If the branch ends up being taken, you'll get a fault for accessing a
forbidden part of memory. If not, the CPU "undoes" the speculatively executed
part as if it never happened. The Meltdown issue is that it doesn't undo the
cache effects, which nobody thought to be a big deal, and which are very hard
to undo.

Also, you severely underestimate the speedups gained by a better branch
predictor. There's a nice writeup at [https://danluu.com/branch-
prediction/](https://danluu.com/branch-prediction/) if you're interested.

------
paulie_a
That is one of the most mobile unfriendly sites I have ever seen

------
nimbius
"since the peanut gallery is paying lots of attention it's probably worth
explaining it a little more for their benefit."

what a ridiculous sentiment to defend a patch from Intel thats effectively
disabled by default for one of the most egregious bugs in microcode since
F00F.

"The new microcode from Intel and AMD adds three new features." No ones
talking about AMD, David, not Linus and certainly not hackernews or other
outlets. Spectre patching will happen regardless of this fiasco but This NOT
SPECTRE. this is a taylor made shit sandwich thats been warned about by
researchers and lurking on Intels plate for more than a decade. intel chose
speed over security, and intel lost. Now they're trying to find a way --any
way-- to avoid having to eat an 8 generation recall or worse.

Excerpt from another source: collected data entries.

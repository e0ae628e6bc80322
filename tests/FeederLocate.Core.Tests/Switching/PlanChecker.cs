using FeederLocate.Core.Evidence;
using FeederLocate.Core.Model;
using FeederLocate.Core.Switching;
using FeederLocate.Core.Topology;

namespace FeederLocate.Core.Tests.Switching;
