using FeederLocate.Core.Evidence;

namespace FeederLocate.Core.Formats;

/// <summary>Names of the incident format's tags.</summary>
public static class IncidentFormat
{
    public const string FormatTag = "feederlocate-incident/1";

    public static readonly IReadOnlyDictionary<string, FaultType?> FaultTypes =
        new Dictionary<string, FaultType?>(StringComparer.Ordinal)
        {
            ["LG"] = FaultType.LG,
            ["LL"] = FaultType.LL,
            ["LLG"] = FaultType.LLG,
            ["LLL"] = FaultType.LLL,
            ["unknown"] = null,
        };

    public static readonly IReadOnlyDictionary<string, IndicatorState> States =
        new Dictionary<string, IndicatorState>(StringComparer.Ordinal)
        {
            ["fault"] = IndicatorState.Fault,
            ["none"] = IndicatorState.None,
            ["forward"] = IndicatorState.Forward,
            ["reverse"] = IndicatorState.Reverse,
            ["unknown"] = IndicatorState.Unknown,
        };

    public static readonly IReadOnlyDictionary<string, IndicationSource> Sources =
        new Dictionary<string, IndicationSource>(StringComparer.Ordinal)
        {
            ["remote"] = IndicationSource.Remote,
            ["field"] = IndicationSource.Field,
        };

    public static readonly IReadOnlyDictionary<string, SwitchPosition> Positions =
        new Dictionary<string, SwitchPosition>(StringComparer.Ordinal)
        {
            ["open"] = SwitchPosition.Open,
            ["closed"] = SwitchPosition.Closed,
        };

    public static readonly IReadOnlyDictionary<string, ReclosingResult> ReclosingResults =
        new Dictionary<string, ReclosingResult>(StringComparer.Ordinal)
        {
            ["lockout"] = ReclosingResult.Lockout,
            ["success"] = ReclosingResult.Success,
        };

    public static readonly IReadOnlyDictionary<string, FuseCondition> FuseConditions =
        new Dictionary<string, FuseCondition>(StringComparer.Ordinal)
        {
            ["blown"] = FuseCondition.Blown,
            ["intact"] = FuseCondition.Intact,
        };

    public static readonly IReadOnlyDictionary<string, EarthFaultDirection> EarthFaultDirections =
        new Dictionary<string, EarthFaultDirection>(StringComparer.Ordinal)
        {
            ["forward"] = EarthFaultDirection.Forward,
            ["reverse"] = EarthFaultDirection.Reverse,
            ["none"] = EarthFaultDirection.None,
        };

    public static string Name(ReclosingResult result) => ReclosingResults.First(p => p.Value == result).Key;

    public static string Name(FuseCondition condition) => FuseConditions.First(p => p.Value == condition).Key;

    public static string Name(EarthFaultDirection direction) => EarthFaultDirections.First(p => p.Value == direction).Key;

    public static string Name(FaultType? type) => type?.ToString() ?? "unknown";

    public static string Name(IndicatorState state) => States.First(p => p.Value == state).Key;

    public static string Name(IndicationSource source) => Sources.First(p => p.Value == source).Key;

    public static string Name(SwitchPosition position) => Positions.First(p => p.Value == position).Key;
}
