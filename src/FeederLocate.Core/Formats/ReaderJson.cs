using System.Text.Json;

namespace FeederLocate.Core.Formats;

/// <summary>
/// The JSON the readers accept (comments skipped, trailing commas allowed, depth at most 64, no duplicate
/// properties): anything else that looks into the same text reads it with these options, so it never refuses
/// what the readers took.
/// </summary>
public static class ReaderJson
{
    public static JsonDocumentOptions DocumentOptions { get; } = new()
    {
        CommentHandling = JsonCommentHandling.Skip,
        AllowTrailingCommas = true,
        MaxDepth = 64,
        AllowDuplicateProperties = false,
    };
}
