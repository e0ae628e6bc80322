using System.Globalization;
using System.Text;
using System.Text.Json;
using FeederLocate.Core.Evidence;

namespace FeederLocate.Core.Formats;

/// <summary>Writes an incident in the <c>feederlocate-incident/1</c> format; <see cref="IncidentReader"/> reads it back unchanged.</summary>
public static class IncidentWriter
{
    public static string Write(Incident incident)
    {
        ArgumentNullException.ThrowIfNull(incident);
        using var stream = new MemoryStream();
        using (var w = new Utf8JsonWriter(stream, new JsonWriterOptions { Indented = true }))
        {
            w.WriteStartObject();
            w.WriteString("format", IncidentFormat.FormatTag);
            if (incident.GridReference is not null)
            {
                w.WriteString("grid", incident.GridReference);
            }

            w.WriteString("reportedAt", Time(incident.ReportedAt));
            w.WriteStartObject("switchStates");
            foreach (var (id, position) in incident.SwitchStates.OrderBy(p => p.Key.Value, StringComparer.Ordinal))
            {
                w.WriteString(id.Value, IncidentFormat.Name(position));
            }

            w.WriteEndObject();
            if (incident.TrippedDevice is { } tripped)
            {
                w.WriteString("trippedDevice", tripped.Value);
            }
            else
            {
                w.WriteNull("trippedDevice");
            }

            w.WriteString("faultType", IncidentFormat.Name(incident.FaultType));
            if (incident.ReenergisedAt is { } reenergisedAt)
            {
                w.WriteString("reenergisedAt", Time(reenergisedAt));
            }

            if (incident.FaultAt is { } faultAt)
            {
                w.WriteString("faultAt", Time(faultAt));
            }

            if (incident.Reclosing is { } reclosing)
            {
                w.WriteStartObject("reclosing");
                w.WriteString("device", reclosing.Device.Value);
                w.WriteNumber("attempts", reclosing.Attempts);
                w.WriteString("result", IncidentFormat.Name(reclosing.Result));
                w.WriteEndObject();
            }

            if (!incident.Fuses.IsEmpty)
            {
                w.WriteStartObject("fuses");
                foreach (var (id, condition) in incident.Fuses.OrderBy(p => p.Key.Value, StringComparer.Ordinal))
                {
                    w.WriteString(id.Value, IncidentFormat.Name(condition));
                }

                w.WriteEndObject();
            }

            if (!incident.Relays.IsDefaultOrEmpty)
            {
                w.WriteStartArray("relays");
                foreach (var relay in incident.Relays)
                {
                    w.WriteStartObject();
                    w.WriteString("device", relay.Device.Value);
                    if (relay.EarthFaultDirection is { } direction)
                    {
                        w.WriteString("earthFaultDirection", IncidentFormat.Name(direction));
                    }

                    Optional(w, "faultReactanceOhm", relay.FaultReactanceOhm);
                    w.WriteEndObject();
                }

                w.WriteEndArray();
            }

            w.WriteStartArray("measurements");
            foreach (var m in incident.Measurements)
            {
                w.WriteStartObject();
                w.WriteString("device", m.Device.Value);
                Optional(w, "phaseCurrentA", m.PhaseCurrentA);
                Optional(w, "residualCurrentA", m.ResidualCurrentA);
                Optional(w, "neutralVoltageV", m.NeutralVoltageV);
                w.WriteEndObject();
            }

            w.WriteEndArray();
            w.WriteStartArray("indications");
            foreach (var i in incident.Indications)
            {
                w.WriteStartObject();
                w.WriteString("indicator", i.Indicator.Value);
                w.WriteString("state", IncidentFormat.Name(i.State));
                w.WriteString("source", IncidentFormat.Name(i.Source));
                if (i.ReadAt is { } readAt)
                {
                    w.WriteString("readAt", Time(readAt));
                }

                if (i.Suspect)
                {
                    w.WriteBoolean("suspect", true);
                }

                w.WriteEndObject();
            }

            w.WriteEndArray();
            w.WriteEndObject();
        }

        return Encoding.UTF8.GetString(stream.ToArray()) + "\n";
    }

    private static string Time(DateTimeOffset time) =>
        time.ToUniversalTime().ToString("yyyy-MM-dd'T'HH:mm:ss.FFFFFFF'Z'", CultureInfo.InvariantCulture);

    private static void Optional(Utf8JsonWriter w, string name, double? value)
    {
        if (value is { } v)
        {
            w.WriteNumber(name, v);
        }
    }
}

its been said on HN before, but this is now more of an 'if not when' of intels
loss of dominance in cloud. customers no longer care about the fastest chip in
the west if its going to get neutered to half speed due to wreckless design
that allows for a complete security disaster. Theyll buy twice as many AMD, at
half the price of intel, and make up the difference in sheer volume.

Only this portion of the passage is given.